* EXERCISE DETAILS *
Please work out how many of the lines below include "fixedSplit". Only the number should be given.

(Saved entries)
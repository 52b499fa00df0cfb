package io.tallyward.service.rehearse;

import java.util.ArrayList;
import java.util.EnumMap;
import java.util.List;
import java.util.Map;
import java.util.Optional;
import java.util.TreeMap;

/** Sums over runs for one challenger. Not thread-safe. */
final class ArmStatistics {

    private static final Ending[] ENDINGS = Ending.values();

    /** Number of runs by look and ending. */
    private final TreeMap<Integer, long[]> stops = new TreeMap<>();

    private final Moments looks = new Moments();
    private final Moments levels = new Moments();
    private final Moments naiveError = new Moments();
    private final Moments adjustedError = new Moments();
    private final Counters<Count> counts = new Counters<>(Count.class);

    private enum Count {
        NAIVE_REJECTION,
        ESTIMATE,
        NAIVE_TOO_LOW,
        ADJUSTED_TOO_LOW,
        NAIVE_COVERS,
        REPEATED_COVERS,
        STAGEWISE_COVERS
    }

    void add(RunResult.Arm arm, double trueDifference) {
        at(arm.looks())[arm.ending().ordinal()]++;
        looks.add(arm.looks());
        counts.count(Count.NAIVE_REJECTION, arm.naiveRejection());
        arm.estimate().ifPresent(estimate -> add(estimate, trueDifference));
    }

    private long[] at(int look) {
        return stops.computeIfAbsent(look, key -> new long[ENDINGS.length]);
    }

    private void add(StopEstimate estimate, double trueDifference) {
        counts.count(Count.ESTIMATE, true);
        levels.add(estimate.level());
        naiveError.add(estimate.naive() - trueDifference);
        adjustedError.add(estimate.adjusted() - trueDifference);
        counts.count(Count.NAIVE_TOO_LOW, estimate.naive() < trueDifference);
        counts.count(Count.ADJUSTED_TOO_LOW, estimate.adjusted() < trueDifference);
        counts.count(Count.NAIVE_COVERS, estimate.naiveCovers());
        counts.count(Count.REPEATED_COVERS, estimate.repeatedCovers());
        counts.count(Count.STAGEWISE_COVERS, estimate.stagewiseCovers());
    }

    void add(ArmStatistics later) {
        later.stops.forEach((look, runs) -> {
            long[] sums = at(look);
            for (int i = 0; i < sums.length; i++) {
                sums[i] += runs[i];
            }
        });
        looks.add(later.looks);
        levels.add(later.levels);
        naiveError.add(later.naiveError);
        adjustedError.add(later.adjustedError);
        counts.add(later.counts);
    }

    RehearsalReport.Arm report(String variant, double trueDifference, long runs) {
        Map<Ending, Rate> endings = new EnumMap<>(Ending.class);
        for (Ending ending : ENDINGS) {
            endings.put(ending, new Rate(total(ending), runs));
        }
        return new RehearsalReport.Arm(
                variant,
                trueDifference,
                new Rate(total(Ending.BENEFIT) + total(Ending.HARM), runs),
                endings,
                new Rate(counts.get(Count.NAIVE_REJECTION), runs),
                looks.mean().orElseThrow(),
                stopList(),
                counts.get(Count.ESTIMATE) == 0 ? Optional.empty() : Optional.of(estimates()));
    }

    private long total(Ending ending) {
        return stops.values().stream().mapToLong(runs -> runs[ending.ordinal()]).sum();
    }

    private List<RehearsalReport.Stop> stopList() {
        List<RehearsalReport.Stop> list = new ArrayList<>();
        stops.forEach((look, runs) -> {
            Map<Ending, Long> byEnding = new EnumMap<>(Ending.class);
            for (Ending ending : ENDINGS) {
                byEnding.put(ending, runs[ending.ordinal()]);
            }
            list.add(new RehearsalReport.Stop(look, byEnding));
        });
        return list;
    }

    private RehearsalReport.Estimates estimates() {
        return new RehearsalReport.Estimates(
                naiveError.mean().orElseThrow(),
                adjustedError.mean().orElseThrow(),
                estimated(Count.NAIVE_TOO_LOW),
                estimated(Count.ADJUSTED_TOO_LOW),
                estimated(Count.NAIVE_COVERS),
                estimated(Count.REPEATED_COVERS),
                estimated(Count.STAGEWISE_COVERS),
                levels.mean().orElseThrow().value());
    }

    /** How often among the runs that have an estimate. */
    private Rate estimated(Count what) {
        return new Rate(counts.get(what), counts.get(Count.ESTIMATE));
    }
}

...

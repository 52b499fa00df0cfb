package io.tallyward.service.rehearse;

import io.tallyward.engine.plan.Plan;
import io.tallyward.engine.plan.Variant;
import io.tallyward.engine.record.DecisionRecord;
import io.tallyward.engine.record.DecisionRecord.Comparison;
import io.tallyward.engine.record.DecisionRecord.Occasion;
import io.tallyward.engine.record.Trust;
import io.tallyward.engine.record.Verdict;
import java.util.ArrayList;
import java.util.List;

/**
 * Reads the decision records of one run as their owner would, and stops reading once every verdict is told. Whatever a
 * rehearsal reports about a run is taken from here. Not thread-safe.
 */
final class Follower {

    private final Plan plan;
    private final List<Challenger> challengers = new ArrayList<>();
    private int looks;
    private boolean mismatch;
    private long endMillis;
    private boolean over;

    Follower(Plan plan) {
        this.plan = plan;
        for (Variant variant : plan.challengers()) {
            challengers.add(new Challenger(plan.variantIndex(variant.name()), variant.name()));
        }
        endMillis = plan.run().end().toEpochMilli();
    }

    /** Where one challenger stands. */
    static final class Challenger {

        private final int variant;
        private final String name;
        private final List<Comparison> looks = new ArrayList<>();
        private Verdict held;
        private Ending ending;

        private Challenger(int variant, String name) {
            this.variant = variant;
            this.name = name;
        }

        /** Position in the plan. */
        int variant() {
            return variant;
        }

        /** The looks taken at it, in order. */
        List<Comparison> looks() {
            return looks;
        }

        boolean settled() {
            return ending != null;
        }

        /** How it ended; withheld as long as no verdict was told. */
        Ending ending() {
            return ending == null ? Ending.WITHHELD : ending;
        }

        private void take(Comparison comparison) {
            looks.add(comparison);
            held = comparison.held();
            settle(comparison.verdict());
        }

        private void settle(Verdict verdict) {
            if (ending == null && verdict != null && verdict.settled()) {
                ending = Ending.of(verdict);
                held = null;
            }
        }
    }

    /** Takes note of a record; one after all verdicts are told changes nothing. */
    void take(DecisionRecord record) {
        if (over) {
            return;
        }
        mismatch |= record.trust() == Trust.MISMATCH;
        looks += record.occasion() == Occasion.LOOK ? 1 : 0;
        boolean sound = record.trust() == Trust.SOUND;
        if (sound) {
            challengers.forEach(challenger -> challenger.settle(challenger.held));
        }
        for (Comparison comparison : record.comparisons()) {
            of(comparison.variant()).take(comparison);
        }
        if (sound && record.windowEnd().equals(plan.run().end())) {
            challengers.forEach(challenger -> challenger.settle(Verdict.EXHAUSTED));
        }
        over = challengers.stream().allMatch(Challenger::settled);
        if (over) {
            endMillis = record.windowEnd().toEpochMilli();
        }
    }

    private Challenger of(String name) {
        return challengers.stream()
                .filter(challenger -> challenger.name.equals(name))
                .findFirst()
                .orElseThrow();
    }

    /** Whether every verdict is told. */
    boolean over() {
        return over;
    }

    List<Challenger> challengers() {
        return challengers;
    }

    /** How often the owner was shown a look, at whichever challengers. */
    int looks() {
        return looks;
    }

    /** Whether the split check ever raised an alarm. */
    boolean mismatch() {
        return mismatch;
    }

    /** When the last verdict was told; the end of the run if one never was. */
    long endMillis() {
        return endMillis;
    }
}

---

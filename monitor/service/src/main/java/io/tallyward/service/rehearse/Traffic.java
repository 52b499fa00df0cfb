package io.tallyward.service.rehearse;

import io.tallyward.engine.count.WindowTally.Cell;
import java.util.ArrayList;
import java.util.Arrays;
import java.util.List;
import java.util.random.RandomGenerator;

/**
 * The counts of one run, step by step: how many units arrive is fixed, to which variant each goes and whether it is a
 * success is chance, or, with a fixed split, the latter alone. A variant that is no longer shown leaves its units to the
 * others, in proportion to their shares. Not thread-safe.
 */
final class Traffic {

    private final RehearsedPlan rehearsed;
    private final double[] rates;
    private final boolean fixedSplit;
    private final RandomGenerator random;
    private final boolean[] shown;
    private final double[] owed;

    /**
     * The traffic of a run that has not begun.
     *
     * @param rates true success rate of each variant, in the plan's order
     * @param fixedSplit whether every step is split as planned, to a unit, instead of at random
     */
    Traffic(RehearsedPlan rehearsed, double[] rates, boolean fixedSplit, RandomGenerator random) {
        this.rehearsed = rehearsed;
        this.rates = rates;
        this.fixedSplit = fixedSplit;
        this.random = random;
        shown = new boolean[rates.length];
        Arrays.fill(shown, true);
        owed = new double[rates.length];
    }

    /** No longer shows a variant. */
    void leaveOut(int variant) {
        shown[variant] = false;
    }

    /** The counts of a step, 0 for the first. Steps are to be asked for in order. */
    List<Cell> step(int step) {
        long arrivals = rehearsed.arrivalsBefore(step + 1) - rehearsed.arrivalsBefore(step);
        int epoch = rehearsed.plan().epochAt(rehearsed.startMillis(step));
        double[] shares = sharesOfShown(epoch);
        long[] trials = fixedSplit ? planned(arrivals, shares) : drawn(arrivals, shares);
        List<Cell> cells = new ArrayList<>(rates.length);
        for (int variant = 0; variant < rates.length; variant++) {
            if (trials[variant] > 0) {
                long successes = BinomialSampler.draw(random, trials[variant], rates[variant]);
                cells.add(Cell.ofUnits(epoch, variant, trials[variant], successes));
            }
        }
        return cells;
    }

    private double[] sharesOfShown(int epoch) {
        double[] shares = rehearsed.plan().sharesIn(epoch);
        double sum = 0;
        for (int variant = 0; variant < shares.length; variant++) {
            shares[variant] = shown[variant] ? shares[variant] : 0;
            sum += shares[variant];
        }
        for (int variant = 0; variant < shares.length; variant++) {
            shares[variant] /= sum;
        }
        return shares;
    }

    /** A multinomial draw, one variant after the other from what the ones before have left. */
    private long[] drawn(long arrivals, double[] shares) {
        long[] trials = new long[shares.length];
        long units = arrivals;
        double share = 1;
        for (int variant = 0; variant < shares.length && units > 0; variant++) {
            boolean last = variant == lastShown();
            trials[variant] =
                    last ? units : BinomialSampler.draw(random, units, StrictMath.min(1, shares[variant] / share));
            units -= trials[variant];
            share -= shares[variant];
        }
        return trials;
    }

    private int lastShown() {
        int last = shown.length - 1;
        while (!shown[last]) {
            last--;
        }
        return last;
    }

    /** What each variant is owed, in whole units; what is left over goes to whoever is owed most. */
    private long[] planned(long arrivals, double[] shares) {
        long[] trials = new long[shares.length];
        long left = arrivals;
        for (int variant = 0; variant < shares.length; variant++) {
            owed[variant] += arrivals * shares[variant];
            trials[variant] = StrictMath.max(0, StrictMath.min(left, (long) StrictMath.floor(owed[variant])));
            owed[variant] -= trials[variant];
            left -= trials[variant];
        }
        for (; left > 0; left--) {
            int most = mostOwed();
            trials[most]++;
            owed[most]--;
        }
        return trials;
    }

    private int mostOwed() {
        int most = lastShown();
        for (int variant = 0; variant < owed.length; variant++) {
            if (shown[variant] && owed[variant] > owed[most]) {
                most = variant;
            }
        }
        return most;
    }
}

* WRITTEN ANSWER *
5